The existing management strategy of natural coastal lines in Taiwan also implements an adaptive disaster prevention strategy while reducing its reliance on synthetic facilities. However, it still suffers from an overlapping of management institutions. The challenge in climate change is, in fact, an opportunity to consolidate these redundancies. Emphasis on integration is also one of the major goals of the National Development Council. This significant breakthrough needs more collateral supports in order to confront and adapt to future climate changes.

According to the analysis of statistical results above, the suggested prioritized strategy in Taiwan is land use management planning, which regulates the developments of potentially flooding area and geologically-sensitive slopes through growth restriction and specialize assessment, lower the risk for disaster and improve the environmental vulnerability. Meanwhile, education and training of citizens should also be strengthened. Through education of disaster risks and community training programs, people become more responsive to disasters. Of course, facility improvements for disaster prevention and reduction are still necessary and ought to continue. According to the result of the FDM index, the urban drainage system is still the major facility issue.

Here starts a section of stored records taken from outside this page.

function showChannel(k: number): void {
  shown = resultChannels[k] ?? null;
  view = { from: 0, to: shown?.values.length ?? 1 };
  $('history-note').textContent = shown
    ? `${formatNumber(shown.values.length)} samples, drawn as the smallest and largest sample of each pixel column. Bands: the five worst loops (start to turn), numbered by damage. Keys on the plot: ← → pan, + − zoom, Home whole history.`
    : '';
  // the stress-life route has no local strain: its S-N curve stands where the hysteresis loops do
  const sn = shown?.snCurve ?? null;
  $('sn-figure').hidden = sn === null;
  $('hysteresis-figure').hidden = sn !== null;
  $('sn').replaceChildren(...(sn === null ? [] : [svgOf(sn)]));
  const worst = $('worst');
  worst.replaceChildren();
  if (shown && shown.report.worstLoops.length > 0) {
    const t = el('table');
    t.append(el('caption', 'Worst loops'));
    const head = el('tr');
    const inFile = shown.worstInFile;
    for (const h of ['rank', inFile ? 'samples (kept, joined)' : 'samples', ...(inFile ? ['samples of the file'] : []), 'stress (MPa)', 'strain', 'share of damage']) head.append(el('th', h));
    t.append(head);
    shown.report.worstLoops.slice(0, 5).forEach((w, i) => {
      const tr = el('tr');
      tr.append(
        el('td', String(i + 1)),
        el('td', `${w.startIndex}–${w.turnIndex}`),
        ...(inFile ? [el('td', `${inFile[i].startIndex}–${inFile[i].turnIndex}${inFile[i].acrossCut ? ' (across a cut)' : ''}`)] : []),
        el('td', `${formatNumber(w.stressMin)} … ${formatNumber(w.stressMax)}`, 'num'),
        el('td', w.strainMin === null || w.strainMax === null ? '—' : `${formatNumber(w.strainMin)} … ${formatNumber(w.strainMax)}`, 'num'),
        el('td', `${formatNumber(100 * w.share, 3)} %`, 'num'),
      );
      t.append(tr);
    });
    worst.append(t);
  }
  const damage = $('event-damage');
  damage.replaceChildren();
  if (shown && shown.report.events.length > 1) {
    const t = el('table');
    t.append(el('caption', `Damage by event (${shown.name})`));
    const head = el('tr');
    for (const h of ['event', 'repeats', 'samples', 'damage per repeat of the schedule', 'share']) head.append(el('th', h));
    t.append(head);
    for (const e of shown.report.events) {
      const tr = el('tr');
      const share = el('td', undefined, 'num');
      const bar = el('span', undefined, 'share');
      bar.style.width = `${Math.round(120 * e.share)}px`;
      share.append(bar, document.createTextNode(`${formatNumber(100 * e.share, 3)} %`));
      tr.append(el('td', e.name), el('td', formatNumber(e.repeats), 'num'), el('td', formatNumber(e.samples), 'num'), el('td', formatNumber(e.damage), 'num'), share);
      t.append(tr);
    }
    damage.append(t);
  }
  redraw();
}

let frame = 0;
function redraw(): void {
  if (frame) return;
  frame = requestAnimationFrame(() => {
    frame = 0;
    if (!shown) return;
    const canvas = $<HTMLCanvasElement>('history');
    const t0 = performance.now();
    drawHistory(canvas, shown.values, shown.levels, view, shown.report.worstLoops, shown.unit, shown.sampleRate, shown.time, shown.eventStarts);
    // what is drawn and how long it took, for the tests and the benchmark
    canvas.dataset.from = String(view.from);
    canvas.dataset.to = String(view.to);
    canvas.dataset.drawMs = String(performance.now() - t0);
    drawMatrix($<HTMLCanvasElement>('matrix'), shown.matrix);
    drawTimeline($<HTMLCanvasElement>('timeline'), shown.report.timeline);
    drawHysteresis($<HTMLCanvasElement>('hysteresis'), shown.hysteresis, 'MPa');
  });
}
window.addEventListener('resize', redraw);
$('shown-channel').addEventListener('change', () => showChannel(Number($<HTMLSelectElement>('shown-channel').value)));

// ---- zoom and pan of the history

function zoom(factor: number, centre = 0.5): void {
  if (!shown) return;
  const n = shown.values.length;
  const span = view.to - view.from;
  const next = Math.max(Math.min(n, 10), Math.min(n, Math.round(span * factor)));
  const mid = view.from + centre * span;
  let from = Math.round(mid - centre * next);
  from = Math.max(0, Math.min(n - next, from));
  view = { from, to: from + next };
  redraw();
}

function pan(share: number): void {
  if (!shown) return;
  const n = shown.values.length;
  const span = view.to - view.from;
  const from = Math.max(0, Math.min(n - span, view.from + Math.round(share * span)));
  view = { from, to: from + span };
  redraw();
}

$('zoom-in').addEventListener('click', () => zoom(0.5));
$('zoom-out').addEventListener('click', () => zoom(2));
$('pan-left').addEventListener('click', () => pan(-0.5));
$('pan-right').addEventListener('click', () => pan(0.5));
$('zoom-reset').addEventListener('click', () => zoom(Infinity));
const history = $<HTMLCanvasElement>('history');
history.addEventListener('keydown', (e) => {
  const act: Record<string, () => void> = { ArrowLeft: () => pan(-0.25), ArrowRight: () => pan(0.25), '+': () => zoom(0.5), '=': () => zoom(0.5), '-': () => zoom(2), Home: () => zoom(Infinity) };
  const f = act[e.key];
  if (f) {
    e.preventDefault();
    f();
  }
});
history.addEventListener(
  'wheel',
  (e) => {
    e.preventDefault();
    const r = history.getBoundingClientRect();
    const centre = Math.max(0, Math.min(1, (e.clientX - r.left - 64) / Math.max(1, r.width - 76)));
    zoom(e.deltaY < 0 ? 0.8 : 1.25, centre);
  },
  { passive: false },
);
let dragFrom: { x: number; from: number } | null = null;
history.addEventListener('pointerdown', (e) => {
  dragFrom = { x: e.clientX, from: view.from };
  history.setPointerCapture(e.pointerId);
});
history.addEventListener('pointermove', (e) => {
  if (!dragFrom || !shown) return;
  const span = view.to - view.from;
  const perPixel = span / Math.max(1, history.clientWidth - 76);
  const from = Math.max(0, Math.min(shown.values.length - span, Math.round(dragFrom.from - (e.clientX - dragFrom.x) * perPixel)));
  view = { from, to: from + span };
  redraw();
});
history.addEventListener('pointerup', () => (dragFrom = null));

In conclusion, the overall suggestions for disaster prevention strategy in Taiwan should prioritize the analysis of disaster potential and vulnerability when making and reappraising urban plans, including the land use zoning plan, public facilities land use plan, key points of land use zoning control, urban design criteria and building management. To specify, respectively, the land use zoning plan includes the change of the agricultural area into a stormwater detention pond, the change of idle space into a stormwater retention pond; the public facilities land use plan includes the multi-target use of the public facilities land, changing non-flood control functional land for public facilities and the utilization of road drainage flood detention; the key points of the land use zoning control includes an increase in the proportion of the statutory land area, the need for the lands to function as a stormwater retention pond when donated or returned for public facilities; urban design guidelines include an increase of pervious area for statutory land, restrictions of the basement excavation rate, introduction of low impact development facilities, land elevation management, and an open space design for ground floors; building management is achieved through rainwater collection and storage facilities that increase the capacity of flood detention and retention in metropolitan areas.